I think it's time to move to the kitchen and make dinner. I think I should also tie a cinder block to the ceiling right over the H24, and maybe that would scare it into cooperating, especially if I use very small string to hold up the cinder block!


----------



## veryoldschool (Dec 10, 2006)

bratboy said:


> Okay, I was just wanting to check for myself on my boxes.
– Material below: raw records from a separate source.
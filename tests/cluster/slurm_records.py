"""Reading SLURM's job-completion records in the cluster tests."""
from __future__ import annotations


def tres2dict(tres: str) -> dict[str, str]:
    """``cpu=2,mem=3G,node=1`` -> ``{"cpu": "2", "mem": "3G", "node": "1"}``."""
    return dict(kv.split("=", 1) for kv in tres.split(",") if "=" in kv)


def tres_mem2mib(value: str) -> float:
    """A TRES memory value (``512M``, ``3G``, ``1T``) in MiB; SLURM's unit letters are 1024-based (sbatch man page)."""
    scale = {"K": 1 / 1024, "M": 1.0, "G": 1024.0, "T": 1024.0**2}
    return float(value[:-1]) * scale[value[-1]] if value[-1] in scale else float(value)
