static int seed_lattice(seeding *sd, gw_error *err)
{
    lattice *L = sd->L;
    const int NX = L->NX, NY = L->NY;
    const size_t nn = (size_t)NX * NY;
    const int BX = (NX - 2) / COARSE + 1, BY = (NY - 2) / COARSE + 1;
    const size_t nb = (size_t)BX * BY;
    int rc = -1;
    sd->st = calloc(nn, 1);
    sd->slot = malloc(nn * sizeof *sd->slot);
    sd->todo = NULL;
    sd->path = NULL;
    sd->ntodo = sd->todo_cap = 0;
    unsigned char *flag = calloc(nb, 1);
    int *queue = malloc(nb * sizeof *queue);
    if (!sd->st || !sd->slot || !flag || !queue) {
        gw_fail(err, "out of memory for the capture-zone lattice");
        goto done;
    }
    for (size_t n = 0; n < nn; n++) {
        L->time[n] = HUGE_VAL;
        sd->slot[n] = -1;
        decide_free(sd, n);
    }
    /* Block corners: track them all, then record them in scan order. */
#define CORNERS(BODY)                                                                         \
    for (int J = 0; J < NY; J = J + COARSE < NY - 1 ? J + COARSE : (J == NY - 1 ? NY : NY - 1)) \
        for (int I = 0; I < NX; I = I + COARSE < NX - 1 ? I + COARSE : (I == NX - 1 ? NX : NX - 1)) { \
            size_t n = (size_t)J * NX + I;                                                     \
            BODY;                                                                              \
        }
    CORNERS(if (want_node(sd, n, err) != 0) goto done)
    if (track_queued(sd, err) != 0)
        goto done;
    CORNERS(apply_node(sd, n))
#undef CORNERS
    sd->ntodo = 0;
    /* Blocks whose known nodes disagree. */
    long head = 0, tail = 0;
    for (int by = 0; by < BY; by++)
        for (int bx = 0; bx < BX; bx++) {
            int i0, i1, j0, j1, seen = 0;
            block_span(bx, NX, &i0, &i1);
            block_span(by, NY, &j0, &j1);
            for (int J = j0; J <= j1 && !flag[by * BX + bx]; J++)
                for (int I = i0; I <= i1; I++) {
                    int v = sd->st[(size_t)J * NX + I];
                    if (v == ND_UNKNOWN)
                        continue;
                    if (seen && v != seen) {
                        flag[by * BX + bx] = 1;
                        queue[tail++] = by * BX + bx;
                        break;
                    }
                    seen = v;
                }
        }
    /* Track every node of a flagged block, then flag the neighbours whose
     * shared edge shows a state other than their corners'.  The queue is
     * taken a wave at a time: the nodes of all blocks queued so far are
     * tracked together, then the blocks are finished in queue order --
     * the same order, counts and flags as one block at a time. */
    long wave_end = head;
    while (head < tail) {
        if (head == wave_end) {
            wave_end = tail;
            sd->ntodo = 0;
            for (long q = head; q < wave_end; q++) {
                int i0, i1, j0, j1;
                block_span(queue[q] % BX, NX, &i0, &i1);
                block_span(queue[q] / BX, NY, &j0, &j1);
                for (int J = j0; J <= j1; J++)
                    for (int I = i0; I <= i1; I++)
                        if (want_node(sd, (size_t)J * NX + I, err) != 0)
                            goto done;
            }
            if (track_queued(sd, err) != 0)
                goto done;
        }
        int b = queue[head++], bx = b % BX, by = b / BX;
        int i0, i1, j0, j1;
        block_span(bx, NX, &i0, &i1);
        block_span(by, NY, &j0, &j1);
        for (int J = j0; J <= j1; J++)
            for (int I = i0; I <= i1; I++)
                apply_node(sd, (size_t)J * NX + I);
        static const int DX4[4] = {1, -1, 0, 0}, DY4[4] = {0, 0, 1, -1};
        for (int d = 0; d < 4; d++) {
            int nbx = bx + DX4[d], nby = by + DY4[d];
            if (nbx < 0 || nby < 0 || nbx >= BX || nby >= BY || flag[nby * BX + nbx])
                continue;
            int corner = sd->st[(size_t)j0 * NX + (DX4[d] > 0 ? i1 : i0)];
            if (DY4[d] > 0)
                corner = sd->st[(size_t)j1 * NX + i0];
            int differs = 0;
            if (DX4[d] != 0) {
                int I = DX4[d] > 0 ? i1 : i0;
                for (int J = j0; J <= j1; J++)
                    differs |= sd->st[(size_t)J * NX + I] != corner;
            } else {
                int J = DY4[d] > 0 ? j1 : j0;
                for (int I = i0; I <= i1; I++)
                    differs |= sd->st[(size_t)J * NX + I] != corner;
            }
            if (differs) {
                flag[nby * BX + nbx] = 1;
                queue[tail++] = nby * BX + nbx;
            }
        }
    }
    /* Unflagged blocks: every known node agrees; the rest follow. */
    for (int by = 0; by < BY; by++)
        for (int bx = 0; bx < BX; bx++) {
            if (flag[by * BX + bx])
                continue;
            int i0, i1, j0, j1;
            block_span(bx, NX, &i0, &i1);
            block_span(by, NY, &j0, &j1);
            int v = sd->st[(size_t)j0 * NX + i0];
            for (int J = j0; J <= j1; J++)
                for (int I = i0; I <= i1; I++) {
                    size_t n = (size_t)J * NX + I;
                    if (sd->st[n] != ND_UNKNOWN)
                        continue;
                    sd->cz->classified++;
                    if (v == ND_IN) {
                        size_t k = node_cell(sd, n);
                        set_in(sd, n, sd->ws->pw[k], sd->ws->wr[k]);
                    } else {
                        sd->st[n] = ND_OUT;
                    }
                }
        }
    rc = 0;
done:
    free(sd->st);
    sd->st = NULL;
    free(sd->slot);
    sd->slot = NULL;
    free(sd->todo);
    free(sd->path);
    sd->todo = NULL;
    sd->path = NULL;
    free(flag);
    free(queue);
    return rc;
}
This isn't the same as going to menu setup and then to system info and test from there?


It's the same but a shortcut to the menu


----------



## veryoldschool (Dec 10, 2006)

mikemyers said:


> David, if I did that, I'd probably have two brand new boxes, both working fine, and we'd have no idea of what the problem was, or how to fix it (for others, who will surely have the same problem, if they or their installer ever connects an internet cable to the back of the receiver).
> 
> David Ortiz suggested "what about plugging the H24 DECA ethernet into a laptop to see if the laptop gets an address". I'm not sure what he meant, let alone how to do this, but maybe that might be a backdoor into the system, which would allow us to change the incorrect settings. There's a USB port on the H24 - there should be some way to get into it as a support technician might, and fix any corrupted settings.
> 
> I think it's time to move to the kitchen and make dinner. I think I should also tie a cinder block to the ceiling right over the H24, and maybe that would scare it into cooperating, especially if I use very small string to hold up the cinder block!


The only thing this could be good for it to use the laptop to pull the settings and then unplug the laptop and manually enter them into the advanced networking screen but this still doesn't get the receiver to shift over to the DECA


----------



## David Ortiz (Aug 21, 2006)

veryoldschool said:


> The only thing this could be good for it to use the laptop to pull the settings and then unplug the laptop and manually enter them into the advanced networking screen but this still doesn't get the receiver to shift over to the DECA


we could confirm that the DECAs are passing internet traffic. By plugging the laptop in, we could confirm DHCP is working with the DECAs.

In the end, we only need the one DECA, but the laptop allows us some more control for testing networking.


----------



## azarby (Dec 15, 2006)

Mike M, VOS,

I had a problem similar to this early on in our testing. My solution was sort of convoluted. The thing that I found that worked was to set up the ethernet as normal. Once you do this go to advanced networking and set up a (static) fixed IP outside the range of the DHCP. Use your computer to get your setup paramters. Once you have established a good connection to the network, you need to power off the receiver (5 minutes). Remove the network cable and bring it back up on DECA. Check network parameters to see if they stuck through the power off process and removal of the network cable. Hopefully it will have switched to coax. If things work, leave it as is. 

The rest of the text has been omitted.